5. Op osición al Recurso de Apelación

Dª Adolfina y D. Carlos Jesús se oponen al recurso alegando que están conformes con las titularidades de una y otra parte, pero que la parte actora no ha podido probar que el paso para vehículo se instaura en 2006 en vez de en 1949, y así lo declararon claramente los testigos aludiendo a varios e interesantes detalles. No siendo hasta 2011, cuando el actor adquiere la finca de su padre cuando comenzaron los problemas. Finalmente debe apreciarse la presunción del art. 87.3 de la LDCG (quiso decir, 85.3).

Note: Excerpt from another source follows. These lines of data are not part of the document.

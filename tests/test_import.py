"""Importing CSV catalogs: values, re-import, update in place, row rejects, strict mode.

Expected SI values are worked by hand from the cells with the SI Brochure prefixes
(BIPM, 9th ed., Table 7): 4.7 uH = 4.7e-6 H, 32 mOhm = 0.032 ohm, 38 MHz = 3.8e7 Hz.
"""

from __future__ import annotations

import math

import numpy as np
import pytest

from partpick.catalog.columns import read_columns
from partpick.catalog.importer import import_catalog
from partpick.catalog.query import list_parts
from partpick.catalog.store import count_parts, list_batches
from partpick.errors import StrictImportError
from tests.conftest import CATALOG_DATA, sql_rows

SMALL = CATALOG_DATA / "inductors_small.csv"
HEADER = (
    "Part Number,Manufacturer,Inductance,Saturation Current,DCR,Shielded,Tolerance,Stock,Lifecycle"
)
GOOD_ROW = "QM-{n},Quillmark Magnetics,4.7 uH,4.6 A,32 mOhm,yes,±20%,3900,Active"


def _by_mpn(db: str, kind: str = "inductor") -> dict[str, dict]:
    return {p["mpn"]: p for p in list_parts(db, kind)}


def test_small_file_imports_every_row_with_si_values(catalog_db):
    (report,) = import_catalog(catalog_db, [SMALL], "inductor")
    assert (report.rows, report.added, report.updated, report.unchanged, report.rejected) == (
        6, 6, 0, 0, 0,
    )  # fmt: skip
    part = _by_mpn(catalog_db)["QM-4R7-0630"]
    assert part["inductance_h"] == pytest.approx(4.7e-6)  # 4.7 uH
    assert part["tolerance"] == pytest.approx(0.2)  # ±20 %
    assert part["isat_a"] == pytest.approx(4.6)
    assert part["dcr_ohm"] == pytest.approx(0.032)  # 32 mOhm
    assert part["srf_hz"] == pytest.approx(38e6)  # 38 MHz
    assert (part["length_mm"], part["width_mm"], part["height_mm"]) == (7.0, 6.6, 3.0)
    assert part["shielded"] is True and part["unit_price"] == pytest.approx(0.32)
    assert part["stock"] == 3900 and part["lifecycle"] == "active"
    drum = _by_mpn(catalog_db)["BT-470-0805U"]
    assert drum["srf_hz"] is None and drum["stock"] is None  # "-" and "N/A" are missing
    assert drum["shielded"] is False and drum["lifecycle"] == "obsolete"
    assert _by_mpn(catalog_db)["QM-100-0630"]["lifecycle"] == "nrnd"


def test_reimport_duplicates_nothing(catalog_db):
    import_catalog(catalog_db, [SMALL], "inductor")
    (again,) = import_catalog(catalog_db, [SMALL], "inductor")
    assert (again.added, again.updated, again.unchanged) == (0, 0, 6)
    assert count_parts(catalog_db)["inductor"] == 6
    assert [b.added for b in list_batches(catalog_db)] == [6, 0]


def test_changed_values_update_in_place(catalog_db, write_csv):
    import_catalog(catalog_db, [SMALL], "inductor")
    before = read_columns(catalog_db, "inductor", ["isat_a"])
    text = SMALL.read_text(encoding="utf-8").replace("4.7 uH,±20%,4.6 A", "4.7 uH,±20%,4.8 A")
    text += "QM-470-1040,Quillmark Magnetics,Shielded choke 47 uH,47 uH,±20%,3.0 A,2.6 A,"
    text += "120 mOhm,9 MHz,1040,10.5 mm,10.0 mm,4.0 mm,Yes,$0.52,700,Active\n"
    (report,) = import_catalog(catalog_db, [write_csv(text)], "inductor")
    assert (report.added, report.updated, report.unchanged) == (1, 1, 5)
    parts = _by_mpn(catalog_db)
    assert parts["QM-4R7-0630"]["isat_a"] == pytest.approx(4.8)
    assert len(parts) == 7
    after = read_columns(catalog_db, "inductor", ["isat_a"])
    # in place: the updated part keeps its position (row id), the new one comes last
    assert list(after["mpn"][:6]) == list(before["mpn"])
    assert after["mpn"][6] == "QM-470-1040"


def test_unchanged_rows_keep_the_provenance_of_their_last_change(catalog_db, write_csv):
    import_catalog(catalog_db, [SMALL], "inductor")
    text = SMALL.read_text(encoding="utf-8").replace("32 mOhm", "33 mOhm")
    import_catalog(catalog_db, [write_csv(text, "second.csv")], "inductor")
    parts = list_parts(catalog_db, "inductor", provenance=True)
    rows = {p["mpn"]: p["source_file"] for p in parts}
    assert rows["QM-4R7-0630"] == "second.csv"
    assert rows["QM-1R0-0630"] == "inductors_small.csv"


@pytest.mark.parametrize(
    ("column", "cell", "reason_part"),
    [
        ("Inductance", "10 uF", "capacitance"),  # a unit contradicting the column
        ("Saturation Current", "-3 A", "greater than zero"),
        ("DCR", "0", "greater than zero"),
        ("DCR", "see datasheet", "not a number"),
        ("Shielded", "maybe", "yes or no"),
        ("Lifecycle", "zombie", "unknown lifecycle"),
        ("Tolerance", "20", "ambiguous"),
        ("Stock", "-5", "cannot be negative"),
        ("Stock", "1.5", "whole number"),
        ("Inductance", "4,7 uH", "comma"),
        ("Inductance", "inf H", "not a number"),
    ],
)
def test_bad_cell_rejects_its_row_and_the_rest_import(
    catalog_db, write_csv, column, cell, reason_part
):
    headers = HEADER.split(",")
    bad = GOOD_ROW.format(n=2).split(",")
    bad[headers.index(column)] = f'"{cell}"'
    lines = [HEADER, GOOD_ROW.format(n=1), ",".join(bad), GOOD_ROW.format(n=3)]
    (report,) = import_catalog(catalog_db, [write_csv("\n".join(lines) + "\n")], "inductor")
    assert (report.added, report.rejected) == (2, 1)
    (reject,) = report.rejects
    assert (reject.line, reject.column, reject.value) == (3, column, cell)
    assert reason_part in reject.reason
    assert set(_by_mpn(catalog_db)) == {"QM-1", "QM-3"}


def test_line_numbers_survive_blank_and_malformed_lines_across_chunks(catalog_db, write_csv):
    lines = [
        HEADER,  # line 1
        GOOD_ROW.format(n=1),  # 2
        "",  # 3: blank, skipped silently
        GOOD_ROW.format(n=2) + ",surplus",  # 4: more fields than the header
        GOOD_ROW.format(n=3),  # 5
        GOOD_ROW.format(n=4).replace("4.6 A", "lots"),  # 6: bad value
        GOOD_ROW.format(n=5),  # 7
        GOOD_ROW.format(n=6).replace("32 mOhm", "32 mH"),  # 8: wrong unit
    ]
    path = write_csv("\n".join(lines) + "\n")
    for chunk_rows in (2, 3, 1000):
        (report,) = import_catalog(catalog_db, [path], "inductor", chunk_rows=chunk_rows)
        assert [(r.line, r.column) for r in report.rejects] == [
            (4, "(whole row)"), (6, "Saturation Current"), (8, "DCR"),
        ], chunk_rows  # fmt: skip
        assert report.rows == 6 and report.rejected == 3  # the blank line is no row


def test_repeated_part_in_one_file_is_rejected_once(catalog_db, write_csv):
    lines = [HEADER, GOOD_ROW.format(n=1), GOOD_ROW.format(n=2), GOOD_ROW.format(n=1)]
    (report,) = import_catalog(catalog_db, [write_csv("\n".join(lines))], "inductor")
    (reject,) = report.rejects
    assert (reject.line, reject.column, reject.value) == (4, "Part Number", "QM-1")
    assert "line 2" in reject.reason and report.added == 2


def test_repeats_across_chunks_are_found_when_the_catalog_already_has_parts(catalog_db, write_csv):
    import_catalog(catalog_db, [SMALL], "inductor")  # not empty: rows are upserted chunk by chunk
    rows = [GOOD_ROW.format(n=i) for i in (1, 2, 3, 1, 4, 2)]  # lines 2..7
    (report,) = import_catalog(
        catalog_db, [write_csv("\n".join([HEADER, *rows]))], "inductor", chunk_rows=2
    )
    assert [(r.line, r.reason) for r in report.rejects] == [
        (5, "same manufacturer and part number as line 2"),
        (7, "same manufacturer and part number as line 3"),
    ]
    assert (report.added, report.rejected) == (4, 2)


def test_row_without_part_number_is_rejected(catalog_db, write_csv):
    lines = [HEADER, GOOD_ROW.format(n=1), GOOD_ROW.format(n=2).replace("QM-2", " N/A ")]
    (report,) = import_catalog(catalog_db, [write_csv("\n".join(lines))], "inductor")
    assert [(r.line, r.reason) for r in report.rejects] == [(3, "the part number is missing")]


def test_unrecognised_columns_are_listed_and_kept_as_extra(catalog_db, write_csv):
    text = "MPN,Inductance,Bin,Colour code\nQM-1,4.7 uH,R1-02,blue\nQM-2,10 uH,,red\n"
    (report,) = import_catalog(catalog_db, [write_csv(text)], "inductor")
    assert report.unrecognised == ("Bin", "Colour code")
    import json

    rows = dict(sql_rows(catalog_db, "SELECT mpn, extra FROM parts_inductor"))
    assert json.loads(rows["QM-1"]) == {"Bin": "R1-02", "Colour code": "blue"}
    assert json.loads(rows["QM-2"]) == {"Bin": None, "Colour code": "red"}


@pytest.mark.parametrize(
    ("header", "cell", "field", "expected"),
    [
        ("DCR (mΩ)", "45", "dcr_ohm", 0.045),
        ("DCR (mOhm)", "45", "dcr_ohm", 0.045),
        ("Inductance [uH]", "4.7", "inductance_h", 4.7e-6),
        ("Inductance [µH]", "4.7 uH", "inductance_h", 4.7e-6),  # a unit in the cell wins
        ("Inductance [uH]", "4700 nH", "inductance_h", 4.7e-6),
        ("Isat, A", "3.2", "isat_a", 3.2),
        ("Isat (mA)", "3200", "isat_a", 3.2),
        ("SRF [MHz]", "38", "srf_hz", 38e6),
        ("Tolerance (%)", "20", "tolerance", 0.2),
    ],
)
def test_unit_in_header_scales_bare_numbers(catalog_db, write_csv, header, cell, field, expected):
    text = f'MPN,Inductance,"{header}"\nQM-1,4.7 uH,"{cell}"\n'
    if field == "inductance_h":
        text = f'MPN,"{header}"\nQM-1,"{cell}"\n'
    import_catalog(catalog_db, [write_csv(text)], "inductor")
    assert _by_mpn(catalog_db)["QM-1"][field] == pytest.approx(expected)


def test_strict_imports_nothing_when_a_row_is_rejected(catalog_db, write_csv, catalog_dump):
    import_catalog(catalog_db, [SMALL], "inductor")
    before = catalog_dump(catalog_db)
    lines = [HEADER, GOOD_ROW.format(n=1), GOOD_ROW.format(n=2).replace("4.6 A", "4.6 V")]
    with pytest.raises(StrictImportError) as caught:
        import_catalog(catalog_db, [write_csv("\n".join(lines))], "inductor", strict=True)
    assert caught.value.exit_code == 1 and caught.value.rejected == 1
    assert [r.line for r in caught.value.rejects] == [3]
    assert catalog_dump(catalog_db) == before


def test_strict_import_of_a_clean_file_succeeds(catalog_db):
    (report,) = import_catalog(catalog_db, [SMALL], "inductor", strict=True)
    assert report.added == 6


def test_file_without_manufacturer_column_stores_parts_without_one(catalog_db, write_csv):
    import_catalog(catalog_db, [write_csv("MPN,Inductance\nQM-1,4.7 uH\n")], "inductor")
    assert _by_mpn(catalog_db)["QM-1"]["manufacturer"] is None


def test_p_channel_ratings_printed_negative_are_kept_as_magnitudes(catalog_db, write_csv):
    text = "MPN,Channel,Vds,Id,Vgs(th),Rds(on)\nTS-P30,P-Channel,-30 V,-5.2 A,-1.8 V,42 mOhm\n"
    import_catalog(catalog_db, [write_csv(text)], "mosfet")
    part = _by_mpn(catalog_db, "mosfet")["TS-P30"]
    assert (part["channel"], part["vds_v"], part["id_a"], part["vgs_th_v"]) == ("p", 30, 5.2, 1.8)


def test_several_files_go_in_one_call_with_one_batch_each(catalog_db):
    capacitors = CATALOG_DATA / "capacitors_small.csv"
    reports = import_catalog(catalog_db, [SMALL, SMALL], "inductor")
    assert [(r.added, r.unchanged) for r in reports] == [(6, 0), (0, 6)]
    import_catalog(catalog_db, [capacitors], "capacitor")
    assert [b.kind for b in list_batches(catalog_db)] == ["inductor", "inductor", "capacitor"]
    assert count_parts(catalog_db) == {"inductor": 6, "capacitor": 4, "diode": 0, "mosfet": 0}


def test_capacitor_file_normalises_dielectrics_and_ranges(catalog_db):
    import_catalog(catalog_db, [CATALOG_DATA / "capacitors_small.csv"], "capacitor")
    parts = _by_mpn(catalog_db, "capacitor")
    assert {m: p["dielectric"] for m, p in parts.items()} == {
        "OR-106-X7R-50": "x7r", "OR-104-C0G-100": "c0g",
        "VL-221-AE-35": "al-electrolytic", "VL-330-TA-16": "ta-mno2",
    }  # fmt: skip
    assert parts["VL-221-AE-35"]["temp_max_degc"] == 105.0  # "-40 ~ 105 °C" keeps the top
    assert parts["VL-221-AE-35"]["life_h"] == 2000.0
    assert parts["VL-221-AE-35"]["esr_ohm"] == pytest.approx(0.15)
    assert parts["OR-106-X7R-50"]["capacitance_f"] == pytest.approx(10e-6)


def test_progress_hook_sees_the_file_grow(catalog_db, write_csv):
    lines = [HEADER] + [GOOD_ROW.format(n=i) for i in range(50)]
    seen = []
    import_catalog(
        catalog_db, [write_csv("\n".join(lines))], "inductor", progress=seen.append, chunk_rows=10
    )
    assert len(seen) >= 5
    assert [s.rows_done for s in seen] == sorted(s.rows_done for s in seen)
    assert seen[-1].rows_done == 50 and seen[-1].bytes_done <= seen[-1].bytes_total


def test_nan_never_reaches_the_catalog_as_a_number(catalog_db):
    import_catalog(catalog_db, [SMALL], "inductor")
    srf = read_columns(catalog_db, "inductor", ["srf_hz"])["srf_hz"]
    assert sum(math.isnan(v) for v in srf) == 1  # only the drum core lacks an SRF


def test_short_row_reads_its_missing_cells_as_missing(catalog_db, write_csv):
    text = f"{HEADER}\n{GOOD_ROW.format(n=1)}\nQM-2,Quillmark Magnetics,10 uH\n"
    (report,) = import_catalog(catalog_db, [write_csv(text)], "inductor")
    assert (report.added, report.rejected) == (2, 0)
    part = _by_mpn(catalog_db)["QM-2"]
    assert part["inductance_h"] == pytest.approx(10e-6)
    assert part["isat_a"] is None and part["shielded"] is None and part["lifecycle"] is None


@pytest.mark.parametrize("rows", [1, 63, 64, 65, 2 * 64 + 5])
def test_bulk_load_stores_every_row_in_file_order(catalog_db, write_csv, rows):
    # Bulk loads insert rows in groups per statement (merge.ROWS_PER_STATEMENT); counts on
    # both sides of a group boundary must keep every row, its values and its line.
    body = "".join(
        f"QM-{n:04d},Quillmark Magnetics,{n} uH,{n} A,{n} mOhm,yes,±20%,{n},Active\n"
        for n in range(1, rows + 1)
    )
    (report,) = import_catalog(catalog_db, [write_csv(HEADER + "\n" + body)], "inductor")
    assert (report.added, report.rejected) == (rows, 0)
    columns = read_columns(catalog_db, "inductor", ["inductance_h", "isat_a", "dcr_ohm", "stock"])
    n = np.arange(1, rows + 1)
    assert list(columns["mpn"]) == [f"QM-{i:04d}" for i in n]
    np.testing.assert_allclose(columns["inductance_h"], n * 1e-6)  # n uH
    np.testing.assert_allclose(columns["isat_a"], n)  # n A
    np.testing.assert_allclose(columns["dcr_ohm"], n * 1e-3)  # n mOhm
    np.testing.assert_array_equal(columns["stock"], n)
    parts = list_parts(catalog_db, "inductor", provenance=True)
    lines = {p["mpn"]: p["source_line"] for p in parts}
    assert lines == {f"QM-{i:04d}": i + 1 for i in n}  # the header is line 1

SEGUNDO.- 6. Características de la acción ejercitada: acción negatoria de servidumbre de paso de vehículo y marco legal

Al margen de las acciones acumuladas, supeditadas al resultado de la señalada, y la otra que ha sido estimada (de luces y vistas) la que ha quedado firme su estimación en esta alzada, es la relativa a la "declaración que el terreno reseñado en el hecho primero de la demanda perteneciente al demandante se halla libre de servidumbre de paso para vehículos, a favor de la finca propiedad de los demandados, descrita en el hecho segundo, y en consecuencia, que los demandados sean condenados a estar y pasar por tal declaración, absteniéndose de pasar por dicho terreno con vehículo", sobre la que principalmente versa esta apelación.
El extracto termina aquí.